Dutch consumers are prepared to do more when it comes to recycling and living sustainably If it is not more expensive or inconvenient than current practices, according to a new report by the Netherlands Environmental Assessment Agency (PBL).
The government wants the Dutch economy to be fully circular by 2050 which will require a radical reduction in the use of raw materials.
A circular economy is based on sharing, leasing, reusing, repairing and recycling existing materials and products for as long as possible. While some of this will be down to production methods, consumers will also have to rethink their habits if the Dutch target is to be met.
The PBL found most consumers are willing to buy fewer new clothes, live in a smaller house, and holiday closer to home than they do now. And majority of people are also open to using furniture and clothing made of more sustainable materials, eating organic food and buying products with a longer lifespan.

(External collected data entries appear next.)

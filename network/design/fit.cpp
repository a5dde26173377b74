// fit — fitting the models; the data are read by fit_data.cpp. See fit.h.
#include "network/design/fit.h"

#include <Eigen/Dense>
#include <ceres/ceres.h>
#include <fmt/format.h>
#include <fmt/ranges.h>

#include <algorithm>
#include <cmath>
#include <functional>
#include <limits>
#include <memory>
#include <stdexcept>

#include "components/air_cooler.h"
#include "components/centrifugal_pump.h"
#include "components/correlations/heat_exchanger.h"
#include "components/correlations/valve_iec60534.h"
#include "components/registry.h"
#include "network/point/ceres_options.h"

namespace loopwright {

namespace {

constexpr double kNaN = std::numeric_limits<double>::quiet_NaN();
constexpr double kTwoPi = 6.283185307179586476925286766559;

using D = Dimension;

}  // namespace

const FitParameter* FitResult::Find(const std::string& name) const {
  for (const auto& p : params)
    if (p.name == name) return &p;
  return nullptr;
}

// ---------------------------------------------------------------- fitting

namespace {

// A model evaluated by the generic bounded least-squares driver. The
// parameter block x (size K) is dimensionless (physical = scale x, then the
// linear map `to_physical`).
constexpr int kMaxParams = 3;

struct Setup {
  int k = 0;                     // parameters in the block
  double x[kMaxParams] = {1, 1, 1};
  double lower[kMaxParams] = {-HUGE_VAL, -HUGE_VAL, -HUGE_VAL};
  double upper[kMaxParams] = {HUGE_VAL, HUGE_VAL, HUGE_VAL};
  bool fixed[kMaxParams] = {false, false, false};
};

struct Outcome {
  double x[kMaxParams] = {0, 0, 0};
  double cov[kMaxParams][kMaxParams] = {};  // of x, scaled by s^2; NaN when not estimable
  bool cov_ok = false;
  double cost = 0;
  bool converged = false;
  std::string message;
};

// The covariance of x at the solution, scaled by s^2 = 2 cost / (n - free).
void Covariance(ceres::Problem* problem, int n, int free, Outcome* o, int k) {
  for (auto& row : o->cov)
    for (double& v : row) v = kNaN;
  if (n <= free) return;
  ceres::Covariance::Options copt;
  copt.algorithm_type = ceres::DENSE_SVD;
  ceres::Covariance cov(copt);
  std::vector<std::pair<const double*, const double*>> blocks = {{o->x, o->x}};
  if (!cov.Compute(blocks, problem)) return;
  double c[kMaxParams * kMaxParams];
  cov.GetCovarianceBlock(o->x, o->x, c);
  const double s2 = 2.0 * o->cost / (n - free);
  for (int i = 0; i < k; ++i)
    for (int j = 0; j < k; ++j) o->cov[i][j] = c[i * k + j] * s2;
  o->cov_ok = true;
}

// Runs LM with bounds on residual blocks `cost_functions` (each of size 1, one
// parameter block of size s.k); computes the covariance of x.
Outcome Solve(const Setup& s, std::vector<ceres::CostFunction*> cost_functions) {
  Outcome o;
  std::copy(s.x, s.x + s.k, o.x);
  ceres::Problem problem;
  for (ceres::CostFunction* f : cost_functions) problem.AddResidualBlock(f, nullptr, o.x);
  std::vector<int> constant;
  for (int i = 0; i < s.k; ++i) {
    if (s.fixed[i]) {
      constant.push_back(i);
      continue;
    }
    if (std::isfinite(s.lower[i])) problem.SetParameterLowerBound(o.x, i, s.lower[i]);
    if (std::isfinite(s.upper[i])) problem.SetParameterUpperBound(o.x, i, s.upper[i]);
  }
  if (static_cast<int>(constant.size()) == s.k) {
    double c = 0;
    problem.Evaluate(ceres::Problem::EvaluateOptions(), &c, nullptr, nullptr, nullptr);
    o.cost = c;
    o.converged = true;
    return o;
  }
  if (!constant.empty()) problem.SetManifold(o.x, new ceres::SubsetManifold(s.k, constant));
  ceres::Solver::Summary summary;
  ceres::Solve(QuietCeresOptions({ceres::DENSE_QR, 500, 1e-16, 1e-16, 1e-15}), &problem, &summary);
  o.cost = summary.final_cost;
  o.converged = summary.IsSolutionUsable();
  o.message = summary.message;
  Covariance(&problem, static_cast<int>(cost_functions.size()), s.k - static_cast<int>(constant.size()), &o, s.k);
  return o;
}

However, eating less dairy products and meat, and sharing cars, would be a step too far for most people, even if it is no more expensive or inconvenient than the mainstream alternative, the researchers found.
This means, the PBL said, that policymakers should focus on altering behaviour with a ‘large change potential’ where the biggest gains can be made in terms of the environment. Encouraging people to buy fewer new clothes, live in smaller homes and holiday closer to home are most likely to have an impact, the PBL said.
But getting people to change their eating habits or holiday by train rather than plane, will require a longer term approach.
The report also showed that there are major differences between the generations. Youngsters are more likely to say they can see themselves eating little meat and dairy, living in smaller houses and not having a car than older generations.
However, the trend is the opposite when it comes to buying few clothes, having a smartphone and buying long-lasting domestic appliances.